Agentic RAG raises the bar, not the magic
Agents add planning, tool use, memory, and autonomy. That multiplies the places you can make (or break) precision and recall. The more serious playbooks show versioned pipelines, evaluation gates, and promotion criteria for agent workflows, evidence that the data science didn't go away; it got more important.
Why this feels different from traditional ML
In classic ML, many knobs sit inside one model, and you tune in one place. In RAG, the knobs live across the system: chunking, candidate counts, hybrid weights, re-rank cutoffs, gating rules, and grounding constraints. You still optimize for precision, recall, correctness, and faithfulness, but you do it across steps, not inside a single training loop. That dispersion is why it can feel less like data science at first glance, and why an integrated evaluation habit matters more than ever.
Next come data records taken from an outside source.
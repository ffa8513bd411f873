"""One sentence about a shift: what moved, by how much and since when. Pure."""

import math

from service.tell.dates import instant_words, since_words
from service.tell.effect import moved_words
from service.tell.plain import plain
from service.tell.story import ShiftStory

CAUTION = (
    "A date in common is not a cause; look at what else changed then before deciding anything about "
    "people's work."
)


def sentence(story: ShiftStory) -> str:
    """The alert in one sentence, with a second one if it comes late."""
    first = (
        f"{title_words(story)}: the filtered level {moved_words(story.level_before, story.level_after)} "
        f"{unit_words(story)}, "
        f"{since_words(story)}; {probability_words(story.probability)}."
    )
    return f"{first} {late_words(story)}" if story.late else first


def title_words(story: ShiftStory) -> str:
    """The stream's title, or its id where the title has nothing to be seen."""
    return plain(story.title) or plain(story.stream_id) or "a stream without a title"


def unit_words(story: ShiftStory) -> str:
    """What a level counts: per release, per week."""
    return f"counts per {story.unit or ('release' if story.shape == 'release' else 'interval')}"


def probability_words(probability: float) -> str:
    """Two decimals, but never a certainty that was not computed."""
    if not math.isfinite(probability):
        return "probability of a recent shift unknown"
    if 0.995 <= probability < 1:
        digits = f"{math.floor(probability * 1e4) / 1e4:.4f}".rstrip("0")
        return f"probability of a recent shift {'above 0.9999' if probability > 0.9999 else digits}"
    return f"probability of a recent shift {probability:.2f}"


def late_words(story: ShiftStory) -> str:
    """Why the alert comes late."""
    noticed = instant_words(story.announced_utc)
    if story.readable_utc is None:
        return f"This alert is late: the counts were there before they were read, at {noticed}."
    ready = instant_words(story.readable_utc)
    return f"This alert is late: its last count was complete at {ready} but was only read by {noticed}."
Ownership without the org chart
I'm not trying to hand you a RACI chart. In small teams, the same person may write the loader, tune chunking, and design the evaluation pack. In bigger orgs, the titles differ. What matters is simple: someone owns the gold set and the scorecard, someone owns the retrieval knobs (and can explain the precision and recall trade-offs), and someone owns the gating rules before generation. Engineering assembles and hardens the plumbing; data science defines the thresholds, measures the impact, and decides what ships. If those responsibilities are unassigned, quality becomes nobody's job, and that's when brittle demos masquerade as products.
Who does what: engineering vs. data science
Stage | Engineering owns | Data science owns |
---|---|---|
Ingest | Connectors, ETL, orchestration | Deduping, normalization, metadata extraction, quality checks |
Indexing | Vector store config, scaling | Embedding choice, chunking strategy design and validation |
Retrieval | API wiring, latency and cost budgets | Balancing precision and recall via candidate counts and hybrid search |
Re-rank | Integrating the re-ranker | Picking cutoffs and judging precision gains at the top |
Gate | Implementing control flow | Defining enough evidence rules and measuring false-answer rate |
Generate | Endpoint configs, throughput, caching | Prompt templates, citation policy, hallucination controls |
Safety/Citation | Enforcement, logging | Spot-checks for faithfulness and contradiction, escalation rules |
Evaluation | Dashboards and alerts | Gold-set design, metric definitions, thresholds, and promotion criteria |
If your plan doesn't assign ownership for these data-science tasks, you don't have a plan.
Conclusion
If RAG and agentic AI haven't felt like data science, you're not wrong, you've been looking for a single model to tune. The science is there, but it's spread across the system: how you chunk, what you retrieve, when you abstain, and how you prove it works. Start with evaluation, not wiring. Build the gold set. Gate answers with thresholds you can defend. Then, keep moving the levers, chunking, candidate counts, hybrid balance, and re-rank cutoffs, and watch the precision, recall, correctness, and faithfulness scoreboard. That's the scientific method applied to a system, not a single model. Do this, and the unseen hand stops being a complaint and becomes the reason your product earns trust.